Advancing precision medicine in heritable cardiac diseases: genetic insights from the understudied Middle Eastern population

Cardiovascular diseases (CVDs) represent the leading cause of mortality worldwide with >75% of CVD deaths occurring in low- and middle-income countries (LMICs). Genetic cardiomyopathies (CMs) are important causes of CVD and represent major causes of death and heart transplantation in young individuals. The genetic architecture of CM is complex with rare disease-causing variants identified in <40% of patients. Most of our knowledge on its genetic aetiology is derived from European-ancestral populations while patients from LMICs, including Middle East and North Africa (MENA) are severely underrepresented.

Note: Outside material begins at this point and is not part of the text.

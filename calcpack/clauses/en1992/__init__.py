"""Concrete beams after EN 1992-1-1:2004 + AC:2010.

The modules named after what they work out are pure numbers (m, kN, kPa); those that begin with ``write_``
put the same numbers on a sheet, line by line with clause.
"""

Therefore, there are two motivations to study MENA: a) a moral need to address health inequalities and b) an opportunity to discover novel patterns of genetic variation by studying a consanguineous population. To achieve this, I will perform three work packages in an Egyptian population, the largest in MENA. These are: 1) Characterise and validate Egyptian-specific variants of novel- and understudied variant classes, 2) Discover novel recessive/de novogenes/variants in genetically unexplained patients, 3) Investigate the contribution of common variation to CM risk and severity. This study will enhance our knowledge of the genetic aetiology of CM and identify needs of underserved MENA patients so that they can benefit from precision medicine and emerging therapies.